And lest you think that these draconian cuts are being done for fiscal responsibility in the face of an utterly massive federal deficit, Trump also proposes to increase military spending by 13%; multiplying that by our current $850 billion budget means he’s adding $110 billion to the military; and he also says he wants to add a further $119 billion in the mandatory budget. This means he’s cutting $163 billion from non-military spending and adding $239 billion in military spending—which will actually increase the deficit.

Trump is ending programs like the Cybersecurity and Infrastructure Security Agency (sure, let’s just let Chinese hackers in! Why not? It’s not like there’s anything important on those Pentagon servers!) and Fair Housing (amid a historic housing crisis), as well as slashing the EPA (because who needs clean air and water anyway?).

Unsurprisingly, he’s also ending anything that resembles DEI, which includes both some really good necessary programs, and also some stuff that is genuinely ineffective or even counterproductive. Most people who work at firms that have DEI programs think that the programs do more good than harm, but there are big partisan differences, so cutting DEI will play well with the Republican base. But I for one do not want to play the word game where we say out loud every time “diversity, equity, and inclusion”, because there is a big difference between the fundamentally laudable goals of diversity, equity and inclusion, and the actual quite mixed results from DEI programs as they have been implemented. It’s awful that Trump is cutting DEI with a chainsaw, but we really should have been cutting it with a scalpel for awhile now.

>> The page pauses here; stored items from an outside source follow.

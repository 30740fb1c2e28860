import type { Entry } from '../schemas/entry.schema'
import { selfHarmItem } from '../scoring/scoreMeasure'
import { entryHasRiskLanguage } from './entryHasRiskLanguage'

/**
 * Whether a shared copy carries a risk flag: risk language in its text, or a PHQ-9 with an answer above 0 to item 9
 * (any non-zero answer needs prompt clinical review, whatever the total: MII FHIR IG PRO PHQ-9 notes).
 */
export function entryRiskFlag(entry: Entry): boolean {
  if (entry.kind === 'measure' && entry.measure && selfHarmItem(entry.measure.instrument, entry.measure.answers) === 'flag') return true
  return entryHasRiskLanguage(entry)
}
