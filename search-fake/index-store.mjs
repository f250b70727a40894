// @ts-check
// One index in memory: its documents (by external id and by an internal sequence number that
// gives the stable placeholder order), its settings, an inverted index for full-text search
// (term → document → fields and term frequency) whose term dictionary is MiniSearch's radix
// tree (prefix and typo lookups), and per-field caches of facet values for filters, facets
// and sorting. Writes go through the methods here, which keep all of that consistent.
import SearchableMap from 'minisearch/SearchableMap';
import { badRequest, MeiliError } from './errors.mjs';
import { facetValueOf, fieldOf, flatten, isUnder } from './fields.mjs';
import { defaultSettings } from './settings.mjs';
import { forEachWord } from './text.mjs';

/** @typedef {import('./fields.mjs').FacetValue} FacetValue */
/** @typedef {import('./fields.mjs').FlatField} FlatField */

/**
 * A stored document.
 * @typedef {object} Rec
 * @property {string} id        external id as a string
 * @property {number} seq       internal number (insertion order; kept when the document is replaced)
 * @property {Record<string, any>} doc
 */

/**
 * The documents containing one term, as parallel typed arrays (no per-entry objects for the
 * garbage collector to walk). An entry is current while its generation equals the
 * document's (`Index.gens`); replaced or removed documents leave stale entries behind, which
 * are skipped and compacted away once they are the majority.
 * @typedef {object} Posting
 * @property {Int32Array} seqs
 * @property {Int32Array} packed  field bits << TF_BITS | term frequency
 * @property {Int32Array} gens
 * @property {number} length      entries in use
 * @property {number} live        current entries
 */

/** Bits for fields in a posting: the term frequency takes the low 10 bits. */
export const TF_BITS = 10;
const TF_MAX = (1 << TF_BITS) - 1;
/** Field bits 0..20; fields beyond share the last bit. */
export const MAX_FIELD_BIT = 20;

const ID_PATTERN = /^[A-Za-z0-9_-]{1,511}$/;

/**
 * The document id as a string, or a `invalid_document_id` error.
 * @param {unknown} value
 * @returns {string}
 */
export function documentIdOf(value) {
  if (typeof value === 'number' && Number.isSafeInteger(value)) return String(value);
  if (typeof value === 'string' && ID_PATTERN.test(value) && Buffer.byteLength(value) <= 511) return value;
  throw new MeiliError(
    400,
    'invalid_document_id',
    `Document identifier \`${JSON.stringify(value)}\` is invalid. A document identifier can be of type integer or string, only composed of alphanumeric characters (a-z A-Z 0-9), hyphens (-) and underscores (_), and can not be more than 511 bytes.`,
  );
}
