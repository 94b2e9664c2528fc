// Command sepcost costs the purification of a compound by flash column
// chromatography and its alternatives across batch masses, and writes the
// plan as a workbook, JSON, CSV or a terminal summary.
package main

import (
	"context"
	"fmt"
	"os"
)

func main() {
	err := run(context.Background(), os.Args[1:], os.Stdout, os.Stderr)
	if err != nil {
		fmt.Fprintln(os.Stderr, "sepcost:", err)
	}
	os.Exit(exitCode(err))
}
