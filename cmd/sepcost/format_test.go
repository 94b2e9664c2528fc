package main

import "testing"

// Every output format has a renderer for every kind of output, and its
// file extension maps back to it (.xlsx: ISO/IEC 29500 Office Open XML;
// .json: RFC 8259; .csv: RFC 4180; .txt plain text — common practice).
func TestFormatTables(t *testing.T) {
	t.Parallel()
	for _, e := range formats {
		if _, ok := reportRenderers[e.f]; !ok {
			t.Errorf("no report renderer for %s", e.f)
		}
		if _, ok := wasteRenderers[e.f]; !ok {
			t.Errorf("no waste renderer for %s", e.f)
		}
		if _, ok := portfolioRenderers[e.f]; !ok {
			t.Errorf("no portfolio renderer for %s", e.f)
		}
		if f, ok := formatOfExt(e.ext); !ok || f != e.f || e.f.ext() != e.ext {
			t.Errorf("%s: extension %s maps to %q", e.f, e.ext, f)
		}
	}
	if len(reportRenderers) != len(formats) || len(wasteRenderers) != len(formats) || len(portfolioRenderers) != len(formats) {
		t.Error("a renderer table holds a format the format list does not")
	}
}
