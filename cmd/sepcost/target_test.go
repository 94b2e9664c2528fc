package main

import (
	"encoding/json"
	"path/filepath"
	"testing"
)

// The decision is made at --target; without it at the largest mass asked
// for on the command line (--mass for estimate, --to for sweep), else at
// the scenario's target_mass. The starter scenario's target_mass is 2 kg
// (templates/scenario.yaml).
func TestTargetMass(t *testing.T) {
	t.Parallel()
	dir := t.TempDir()
	if _, _, err := runCLI(t, "init", filepath.Join(dir, "case")); err != nil {
		t.Fatal(err)
	}
	sc := filepath.Join(dir, "case", "scenario.yaml")
	for _, c := range []struct {
		args []string
		kg   float64
		from string
	}{
		{[]string{"estimate", sc, "--mass", "85g,2kg", "--target", "85g"}, 0.085, "--target"},
		{[]string{"estimate", sc, "--mass", "85g,500g"}, 0.5, "the largest mass given with --mass"},
		{[]string{"estimate", sc}, 2, "target_mass in the scenario"},
		{[]string{"sweep", sc, "--from", "1g", "--to", "300g", "--points", "3"}, 0.3, "the largest mass given with --to"},
		{[]string{"sweep", sc, "--points", "3", "--target", "40 g"}, 0.04, "--target"},
		{[]string{"sweep", sc, "--points", "3"}, 2, "target_mass in the scenario"},
	} {
		args := append(c.args, "--format", "json", "--draws", "0")
		out, _, err := runCLI(t, args...)
		if err != nil {
			t.Fatalf("%v: %v", c.args, err)
		}
		var got struct {
			Decision struct {
				TargetKg float64 `json:"target_kg"`
				From     string  `json:"target_from"`
			} `json:"decision"`
		}
		if err := json.Unmarshal([]byte(out), &got); err != nil {
			t.Fatalf("%v: %v", c.args, err)
		}
		if d := got.Decision; d.TargetKg != c.kg || d.From != c.from {
			t.Errorf("%v: decision at %g kg (%s), want %g kg (%s)", c.args, d.TargetKg, d.From, c.kg, c.from)
		}
	}
	for _, bad := range []string{"0 g", "5 L", "lots"} {
		_, _, err := runCLI(t, "estimate", sc, "--target", bad)
		if exitCode(err) != 2 {
			t.Errorf("--target %q: exit %d (%v), want 2", bad, exitCode(err), err)
		}
	}
}
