//go:build linux

package main

import (
	"bufio"
	"bytes"
	"fmt"
	"os"
	"os/exec"
	"strconv"
	"strings"
)

// peakRSS runs `sepcost args` in a child process (this test binary,
// running TestMemoryChild) and gives its peak resident set in bytes: the
// memory of the whole command, the Go runtime and the test binary
// included. The child reads its own VmHWM from /proc/self/status when the
// command ends; the rusage of a child is no measure here, since Linux
// carries the parent's high-water mark across the exec of a vfork'd child.
func peakRSS(args []string) (float64, error) {
	cmd := exec.Command(os.Args[0], "-test.run=^TestMemoryChild$")
	cmd.Env = append(os.Environ(), memoryArgsEnv+"="+strings.Join(args, memoryArgsSep))
	out, err := cmd.CombinedOutput()
	if err != nil {
		return 0, fmt.Errorf("child sepcost %s: %v: %s", strings.Join(args, " "), err, out)
	}
	sc := bufio.NewScanner(bytes.NewReader(out))
	for sc.Scan() {
		if kb, ok := strings.CutPrefix(sc.Text(), "VmHWM:"); ok {
			v, err := strconv.ParseFloat(strings.TrimSpace(strings.TrimSuffix(strings.TrimSpace(kb), "kB")), 64)
			if err != nil {
				return 0, fmt.Errorf("child sepcost: VmHWM %q: %v", kb, err)
			}
			return v * 1024, nil
		}
	}
	return 0, fmt.Errorf("child sepcost: no VmHWM in its output: %s", out)
}

// ownPeakRSS is the VmHWM line of /proc/self/status.
func ownPeakRSS() (string, error) {
	data, err := os.ReadFile("/proc/self/status")
	if err != nil {
		return "", err
	}
	for line := range strings.SplitSeq(string(data), "\n") {
		if strings.HasPrefix(line, "VmHWM:") {
			return line, nil
		}
	}
	return "", fmt.Errorf("/proc/self/status has no VmHWM")
}
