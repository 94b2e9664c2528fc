package main

import (
	"context"
	"fmt"
	"io"
	"os"
	"path/filepath"

	"github.com/spf13/cobra"

	"sepcost/templates"
)

type initOptions struct {
	dir   string
	force bool
}

func newInitCommand() *cobra.Command {
	opts := &initOptions{}
	cmd := &cobra.Command{
		Use:   "init [DIR]",
		Short: "Write a starter scenario.yaml, prices.csv and equipment.csv to edit",
		Long: `Writes a commented starter scenario (scenario.yaml), a price table with
example prices (prices.csv) and a site equipment table with example sizes,
rates and prices (equipment.csv) into DIR (default: the current folder),
creating DIR if needed. Existing files are left alone unless --force.`,
		Args: usageArgs(cobra.MaximumNArgs(1)),
		RunE: func(cmd *cobra.Command, args []string) error {
			opts.dir = "."
			if len(args) == 1 {
				opts.dir = args[0]
			}
			return runInit(cmd.Context(), opts, cmd.OutOrStdout())
		},
	}
	cmd.Flags().BoolVar(&opts.force, "force", false, "replace existing files")
	return cmd
}

func runInit(_ context.Context, opts *initOptions, stdout io.Writer) error {
	if err := os.MkdirAll(opts.dir, 0o755); err != nil {
		return fmt.Errorf("cannot create %s: %w", opts.dir, err)
	}
	files := []struct {
		name string
		data []byte
	}{{templates.ScenarioName, templates.Scenario}, {templates.PricesName, templates.Prices}, {templates.EquipmentName, templates.Equipment}}
	// Check both first so that a refusal writes neither.
	if !opts.force {
		for _, f := range files {
			p := filepath.Join(opts.dir, f.name)
			if _, err := os.Stat(p); err == nil {
				return fmt.Errorf("%s: %w; add --force to replace it", p, ErrExists)
			}
		}
	}
	for _, f := range files {
		p := filepath.Join(opts.dir, f.name)
		if err := writeFile(p, f.data, opts.force); err != nil {
			return err
		}
		fmt.Fprintf(stdout, "wrote %s\n", p)
	}
	fmt.Fprintf(stdout, "next: edit the files (equipment.csv lists what your site owns), then `sepcost check %s --prices %s`\n",
		filepath.Join(opts.dir, templates.ScenarioName), filepath.Join(opts.dir, templates.PricesName))
	return nil
}
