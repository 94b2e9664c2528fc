package cryst

import "math"

// FilterArea is the area of a funnel for a cake of volume Vc (m³) at cake
// depth L (m), not below the smallest funnel Amin (m²):
//
//	A = max(Vc / L, Amin)
//
// At flask scale a Büchner funnel is chosen so that the cake is a few
// centimetres deep (common practice, no source).
func FilterArea(Vc, L, Amin float64) float64 { return math.Max(Vc/L, Amin) }

// PlantFilterArea is the area of the filter (or filter-dryer) that serves
// a reactor of nominal volume V (m³), m²:
//
//	A = a_f · V^(2/3)
//
// a_f is crystallization.filter_area_factor (about 1: a 1 m² filter for a
// 1 m³ reactor; common practice, no source). The filter is sized with the
// reactor, not with the cake, so the cake deepens as the batch grows.
func PlantFilterArea(af, V float64) float64 { return af * math.Pow(V, 2.0/3) }

// CakeFiltrationTime is the time to pass a filtrate volume V (m³) through
// a filter of area A (m²) at a constant pressure difference Δp (Pa) while
// the cake builds up, s — Darcy's law integrated for an incompressible
// cake (Ruth, B. F. "Studies in filtration", Ind. Eng. Chem. 1935, 27,
// 708, from memory; the linearised form t/V = μαc/(2A²Δp)·V + μR_m/(AΔp)
// used to measure α, confirmed in a published calculation guide):
//
//	t = μ·α·c·V² / (2·A²·Δp) + μ·R_m·V / (A·Δp)
//
// μ the filtrate viscosity (Pa·s), α the specific cake resistance (m/kg),
// c the dry cake deposited per volume of filtrate (kg/m³), R_m the filter
// medium's resistance (1/m). Valid for laminar flow through a cake that
// does not compress (α independent of Δp); compressible cakes take longer
// at high pressure.
func CakeFiltrationTime(V, A, dp, mu, alpha, c, Rm float64) float64 {
	if V <= 0 {
		return 0
	}
	return mu*alpha*c*V*V/(2*A*A*dp) + mu*Rm*V/(A*dp)
}

// CakeWashTime is the time to pass a wash of volume W (m³) through the
// finished cake (built from a filtrate volume Vf at c kg/m³) at the final
// filtration rate, s — Darcy's law with the cake's resistance fixed:
//
//	t_w = μ·(α·c·Vf/A + R_m)·W / (A·Δp)
//
// Symbols as for CakeFiltrationTime (same sources).
func CakeWashTime(W, Vf, A, dp, mu, alpha, c, Rm float64) float64 {
	if W <= 0 {
		return 0
	}
	return mu * (alpha*c*Vf/A + Rm) * W / (A * dp)
}

// DryingTime is the time to dry a cake holding mLiquid kg of liquid down to
// a loss on drying LOD (kg of liquid per kg of dry solid) of mSolid kg of
// solid, at a mean flux N (kg per m² of cake per s) over an area A (m²), s:
//
//	t = max(0, m_liquid − LOD·m_solid) / (N·A)
//
// N is a mean over the constant-rate and falling-rate periods (common
// practice, no source; measure it). The area is the oven trays' (the cake
// spread to a set depth, so the time barely changes with the batch) or the
// filter-dryer's (a fixed area, so the time grows with the cake's depth).
func DryingTime(mLiquid, mSolid, lod, N, A float64) float64 {
	return math.Max(0, mLiquid-lod*mSolid) / (N * A)
}

// TransferTime is the time to move a volume V (m³) at a rate Q (m³/s), s:
// t = V/Q.
func TransferTime(V, Q float64) float64 { return V / Q }

// CleaningTime is the time to empty and clean a vessel of wetted wall area
// A (m²), s: t = t₀ + k·A, with t₀ the fixed part and k the time per area
// (boil-out, rinse, dry; common practice, no source). With A ∝ V^(2/3) a
// 1 m³ reactor takes hours where a flask takes minutes.
func CleaningTime(t0, k, A float64) float64 { return t0 + k*A }

// InclusionAt is the mother liquor occluded per mass of crystals grown at a
// cooling rate R (K/s), given φ_ref at the reference rate R_ref:
//
//	φ(R) = φ_ref · R / R_ref
//
// Inclusions form more readily as crystals grow faster (Mullin, J. W.
// Crystallization, 4th ed., 2001, ch. 6, from memory); the proportionality
// is an assumption (common practice, no source), so a slow jacket-limited
// cool in a large reactor occludes less than a fast ramp in a flask.
func InclusionAt(phiRef, R, Rref float64) float64 {
	if !(R > 0) {
		return 0
	}
	return phiRef * R / Rref
}
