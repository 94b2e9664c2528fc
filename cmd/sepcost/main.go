// Command sepcost costs the purification of a compound by flash column
// chromatography and its alternatives across batch masses, and writes the
// plan as a workbook, JSON, CSV or a terminal summary.
package main

import (
	"context"
	"fmt"
	"os"
	"os/signal"
	"syscall"
)

func main() {
	os.Exit(mainWith(os.Args[1:]))
}

// mainWith runs the command line and returns the exit code. An interrupt
// (SIGINT) or termination (SIGTERM) removes any temporary output file
// before the process ends, with the shell's exit code 128 + signal.
func mainWith(args []string) int {
	sigs := make(chan os.Signal, 1)
	signal.Notify(sigs, os.Interrupt, syscall.SIGTERM)
	go func() {
		s := <-sigs
		removeTemps()
		fmt.Fprintf(os.Stderr, "sepcost: stopped (%v); any unfinished output file was removed\n", s)
		code := 130
		if s == syscall.SIGTERM {
			code = 143
		}
		os.Exit(code)
	}()
	err := run(context.Background(), args, os.Stdout, os.Stderr)
	if err != nil {
		os.Stderr.Write(sanitize([]byte("sepcost: " + err.Error() + "\n")))
	}
	return exitCode(err)
}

Trump is also throwing money at the border, increasing the budgets of CBP (whatever) and ICE (very, very bad!). This is probably the worst thing about the budget, though it also isn’t a big surprise. Part of the increased ICE spending is “50,000 detention beds”, which since ICE lately has been arresting and detaining people without warrants or trials and courts have specifically ruled that they are violating due process, I believe we can fairly say constitutes a concentration camp. If and when they start actually giving everyone—everyone, dammitdue process, then you can call it a detention center.

Trump is eliminating USAID and folding what’s left of it into DFC; but these institutions had quite different goals. USAID had two goals: Advance America’s interests, and make the world a better place. And while it did have significant flaws, overall it did quite a good job of achieving both of those goals—and indeed, publicly making the world a better place can advance America’s interests. DFC’s goal is to promote economic development by financing investments that otherwise could not be financed. That can also promote America’s interests and make the world a better place, but it excludes many of the vital roles that USAID has played in providing humanitarian aid and disaster relief as well as promoting democracy and advancing environmental sustainability. (And when I say “promoting democracy”, I don’t mean the way the CIA does it, by orchestrating coups; I mean things like helping Ukraine remove its dependency on Russia.) There is more to life than money—but I don’t think Trump really understands that.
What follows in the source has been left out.